WHAT TO WORK ON: In the entries below, how many lines hold the string "proved"? Give only the number.

[Collection entries]
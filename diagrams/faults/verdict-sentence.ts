import type { Circuit } from '../document/circuit-schema'
import { conditionParts } from '../document/condition-words'
import { nodeName, pointName } from '../document/points'
import type { Reading } from '../document/reading-schema'
import { siteName } from '../document/sites'
import { alikeWords, ofOneModule } from './alike-words'
import type { Answer, ModeAnswer, SiteAnswer } from './answer'
import { atSite, faultWords, modeNoun } from './fault-words'
import { misfitSentence } from './misfit-sentence'
import { moduleWords } from './module-words'
import { pairSentence } from './pair-sentence'
import { stretchLeft } from './stretch-left'
import { listWords, percentWords } from './value-words'
import { whyWords } from './why-words'

/** A second way to fail is worth a word from this share of the place's probability, and a place in the head from this one. */
const otherModeFrom = 0.1
const eitherModeFrom = 0.3

/** The verdict in plain sentences: place first, then what, then why. */
export function verdictSentence(
  circuit: Circuit,
  readings: readonly Reading[],
  answer: Omit<Answer, 'says'>,
): string {
  switch (answer.outcome) {
    case 'located':
      return locatedSentence(circuit, readings, answer)
    case 'no-fault':
      return noFaultSentence(circuit, readings, answer)
    case 'cannot-be':
      return misfitSentence(circuit, readings, answer.readings, answer.reading)
    case 'two-faults':
      return pairSentence(circuit, readings, answer)
    case 'narrowed':
      return narrowedSentence(circuit, readings, answer)
  }
}

function locatedSentence(
  circuit: Circuit,
  readings: readonly Reading[],
  answer: Omit<Answer, 'says'>,
): string {
  const faulty = answer.sites.filter((site) => site.verdict === 'faulty')
  const first = faulty[0]!
  const [mode, other] = first.modes as [ModeAnswer, ModeAnswer?]
  const sentences = [
    `${eitherWay(circuit, first) ?? faultWords(circuit, first.site, mode)}.`,
    blownWords(circuit, mode),
    whyWords(circuit, readings, answer.readings, first.site, mode.mode),
    eitherWay(circuit, first) === null && other && other.probability > otherModeFrom * first.probability
      ? `Less likely: ${modeNoun(circuit, first.site, other.mode)}, ${percentWords(other.probability)}.`
      : '',
    // Two wires that touch are one fault, and the first sentence names both.
    faulty.length > 1 && !isOneContact(faulty) ? alikeWords(circuit, faulty) : '',
    faulty.length > 1 &&
    ofOneModule(
      circuit,
      faulty.map((site) => site.site),
    )
      ? ''
      : moduleWords(circuit, answer.sites),
  ]
  return sentences.filter(Boolean).join(' ')
}

/** "Open or bad joint at G3", where the readings leave both: nobody knows then how bad the joint would be. */
function eitherWay(circuit: Circuit, { site, modes }: SiteAnswer): string | null {
  const [one, two] = modes
  if (!one || !two || two.probability < eitherModeFrom * one.probability) return null
  const both = new Set([one.mode, two.mode])
  const breaks = (['open', 'blown', 'stuck-open'] as const).find((mode) => both.has(mode))
  if (!breaks || !both.has('resistive')) return null
  return `${breaks === 'blown' ? 'Blown' : 'Open'} or ${modeNoun(circuit, site, 'resistive')} ${atSite(circuit, site)}`
}

function isOneContact(faulty: readonly SiteAnswer[]): boolean {
  const [one, two, ...more] = faulty
  return (
    more.length === 0 &&
    one!.modes[0]?.mode === 'short-to-wire' &&
    `wire:${one!.modes[0].other}` === two?.site
  )
}

function blownWords(circuit: Circuit, mode: ModeAnswer): string {
  if (mode.blows.length === 0) return ''
  const fuses = mode.blows.map((id) => circuit.nodes.find((node) => node.id === id))
  const names = listWords(fuses.map((fuse, i) => (fuse ? nodeName(fuse) : mode.blows[i]!)))
  return `It has blown ${names}: the short is the cause, the fuse the consequence.`
}

function noFaultSentence(
  circuit: Circuit,
  readings: readonly Reading[],
  answer: Omit<Answer, 'says'>,
): string {
  // Without a source, or on next to no volts.
  if (answer.sites.every((site) => site.modes.length === 0))
    return 'No fault of this circuit would show: nothing in it drives a current in any ordinary condition.'
  const tried = [
    ...new Set(
      readings.map(({ condition }) => listWords(conditionParts(circuit, condition)) || 'everything at rest'),
    ),
  ]
  const agree = answer.readings.filter((reading) => reading.agrees).length
  const said =
    tried.length > 0
      ? `Nothing wrong in the conditions tried: ${tried.join('; ')}.`
      : 'Nothing wrong in the conditions tried.'
  const all =
    agree === 1 ? '1 reading is as in a good circuit.' : `${agree} readings are as in a good circuit.`
  return `${said} ${all} A fault that shows at other times is not ruled out.`
}

function narrowedSentence(
  circuit: Circuit,
  readings: readonly Reading[],
  answer: Omit<Answer, 'says'>,
): string {
  const left = answer.sites.filter((site) => site.verdict !== 'proved-good')
  const count = `${left.length} ${left.length === 1 ? 'place' : 'places'} left of ${answer.sites.length}`
  if (left.length === 0) return `${count}.`
  if (left.length === 1) {
    const [only] = left as [SiteAnswer]
    const why = whyWords(circuit, readings, answer.readings, only.site, only.modes[0]?.mode ?? 'open')
    return `${count}: ${likely(circuit, only)}. ${why ? `${why} ` : ''}Take one more reading there, of another kind, before anything is renewed.`
  }
  const between = stretchLeft(circuit, new Set(left.map((site) => site.site)))
  const lie = between
    ? ` All are between ${between.map((point) => pointOrModule(circuit, point)).join(' and ')}.`
    : ''
  const most = left.slice(0, between ? 1 : 3).map((site) => likely(circuit, site))
  const group = alikeAmong(answer)
  return `${count}.${lie} Most likely: ${most.join('; ')}.${group ? ` ${alikeWords(circuit, group)}` : ''}`
}

function likely(circuit: Circuit, site: SiteAnswer): string {
  return `${siteName(circuit, site.site)}, ${percentWords(site.probability)}`
}

/** A group that no reading tells apart and that holds most of the odds: further splitting ends in it. */
function alikeAmong(answer: Omit<Answer, 'says'>): SiteAnswer[] | null {
  for (const group of answer.inseparable) {
    const sites = answer.sites.filter((site) => group.includes(site.site) && site.verdict !== 'proved-good')
    if (sites.length > 1 && sites.reduce((sum, site) => sum + site.probability, 0) > 0.5) return sites
  }
  return null
}

function pointOrModule(circuit: Circuit, point: string): string {
  const module = circuit.nodes.find((node) => node.id === point)
  return module ? nodeName(module) : pointName(circuit, point).replace(/, part side$/, '')
}
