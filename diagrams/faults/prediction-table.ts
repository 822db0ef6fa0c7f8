import type { Probe } from '../document/reading-schema'
import type { CellStates } from './cell-states'
import { Predictor, type Prediction } from './prediction'

/** What one cell foretells for one reading. */
export interface CellPrediction {
  /**
   * Both ends of the cell in every state its parts may be in, by state: within one state a reading
   * lies between the ends. Null when the circuit may not come to rest, which foretells nothing.
   */
  bounds: ReadonlyMap<string, readonly Prediction[]> | null
  /**
   * The two ends in the state they settle in; twice when the ends settle differently, once for each
   * state. Null when one does not settle.
   */
  ends: readonly (readonly [Prediction, Prediction])[] | null
}

/** Predictions of one reading for the good circuit and every cell of every hypothesis, cells numbered through. */
export class PredictionTable {
  private made: CellPrediction[][] | undefined

  constructor(
    readonly states: CellStates,
    /** Same order as the bounds of `states`. */
    readonly bounds: readonly Prediction[],
    /** Cells of each hypothesis. */
    private readonly counts: readonly number[],
  ) {}

  get good(): CellPrediction {
    return this.cell(0)
  }

  /** Same order as the hypotheses and their cells. */
  get cells(): CellPrediction[][] {
    let next = 1
    return (this.made ??= this.counts.map((count) => Array.from({ length: count }, () => this.cell(next++))))
  }

  private cell(cell: number): CellPrediction {
    const { first, state, firstBound, bound, low, high, restless } = this.states
    if (restless[cell]) return { bounds: null, ends: null }
    const bounds = new Map<string, readonly Prediction[]>()
    const ends: [Prediction, Prediction][] = []
    for (let entry = first[cell]!; entry < first[cell + 1]!; entry++) {
      const own = bound.subarray(firstBound[entry], firstBound[entry + 1])
      bounds.set(
        state[entry]!,
        Array.from(own, (index) => this.bounds[index]!),
      )
      if (low[entry]! >= 0) ends.push([this.bounds[low[entry]!]!, this.bounds[high[entry]!]!])
    }
    return { bounds, ends }
  }
}

/** A table of cells that were predicted one by one: the good circuit's, then each hypothesis's. */
export function tableOf(
  good: CellPrediction,
  cells: readonly (readonly CellPrediction[])[],
): PredictionTable {
  const all = [good, ...cells.flat()]
  const bounds: Prediction[] = []
  const first = [0]
  const state: string[] = []
  const firstBound = [0]
  const bound: number[] = []
  const low: number[] = []
  const high: number[] = []
  for (const cell of all) {
    for (const [key, own] of cell.bounds ?? []) {
      state.push(key)
      for (const prediction of own) bound.push(bounds.push(prediction) - 1)
      firstBound.push(bound.length)
      const ends = cell.ends?.find(([end]) => own.includes(end))
      low.push(ends ? firstBound.at(-2)! + own.indexOf(ends[0]) : -1)
      high.push(ends ? firstBound.at(-2)! + own.indexOf(ends[1]) : -1)
    }
    first.push(state.length)
  }
  return new PredictionTable(
    {
      bounds: [],
      first: Int32Array.from(first),
      state,
      firstBound: Int32Array.from(firstBound),
      bound: Int32Array.from(bound),
      low: Int32Array.from(low),
      high: Int32Array.from(high),
      restless: Uint8Array.from(all, (cell) => (cell.bounds === null ? 1 : 0)),
    },
    bounds,
    cells.map((list) => list.length),
  )
}

export function predictAll(states: CellStates, counts: readonly number[], probe: Probe): PredictionTable {
  const predictor = new Predictor(probe)
  const bounds: Prediction[] = []
  for (let i = 0; i < states.bounds.length; i++) {
    const { given, severity, states: held } = states.bounds[i]!
    bounds.push(predictor.predict(given, given.solve(held, severity, scaleFor(given, severity))))
    // A fault's volts everywhere are wanted for as long as its severities are gone through, no longer.
    if (states.bounds[i + 1]?.given !== given) given.releaseUnit()
  }
  return new PredictionTable(states, bounds, counts)
}

/** Predictions are linear in the battery, so a weak one is predicted for 12.6 V and scaled. */
function scaleFor(given: Bound['given'], severity: number): number {
  return given.alteration.weak ? 1 : given.scaleFor(severity)
}
type Bound = CellStates['bounds'][number]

OUTPUT FOR THIS TASK: 2